Replicating Data to Apache Parquet

With Syniti Data Replication, you can replicate relational data to an Apache Parquet target. Parquet is currently supported as a target both in refresh and mirroring. Every session creates either a .ref or .mir file with the content of the replication. The files are in Parquet format.

To define a target connection for Parquet output:

  1.  In the Metadata Explorer, choose Targets, then Add New Connection from the right mouse button.

  2. In the Add Target Connection wizard, type a name for the connection and choose Files - Parquet in the Database field.

  3. In the Set Connection String screen, choose values using the information below.

    Output Folder

    The schema name and location to the Parquet files. Set an Output Folder available to the system where Syniti DR is running.

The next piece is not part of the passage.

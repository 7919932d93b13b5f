"""The solvers as they were before the speed work (modal, exact, image-source), and the
placement search's product paths before the modal-kernel work (scorer.py), kept unchanged
so that tests/bench/bench.py can time the old and the new code in the same run.
Not part of the package; nothing imports them but the benchmark."""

    Add transactional info Make sure that the Add Transactional Info field is set to Yes, at the beginning.
    Compression

    The compression method desired, Currently supported 0 - None, 1 – Gzip, 2 – Snappy

    • None for no compression. This is the fastest way to write files, however they may end up slightly larger.
    • Snappy is the default level and is a perfect balance between compression and speed.
    • Gzip, using gzip compression, is the slowest, but should produce the best results if maximum compression is your top priority.
    Use Nullable Fields Set to 1 - True to allow nullable fields in Parquet files.
    Use DateTime Fields Set to 1 – True to allow datetime fields in Parquet files. If 0 - False is selected, Strings are used instead of datetime values.
    Use One File Per Group True by default. If True, Syniti DR uses the same file for all streams within the group, a better choice for performance.
  4. Click Next to view the Select Tables screen.
    If this is the first time you have created a Parquet connection using the output folder defined above, the table display will be empty. You can add a representation of target tables after completing the wizard.

  5. Click Next to display the Actions screen,

  6. Optionally choose to continue with creating replications once the wizard is complete.

  7. Click Next to display the summary, then click Finish to create the connection.

  8. The next step is to add target output representation to the Metadata Explorer. This will be represented as relational tables.

Now you can set up replications from whichever source connection you have defined to the Parquet target.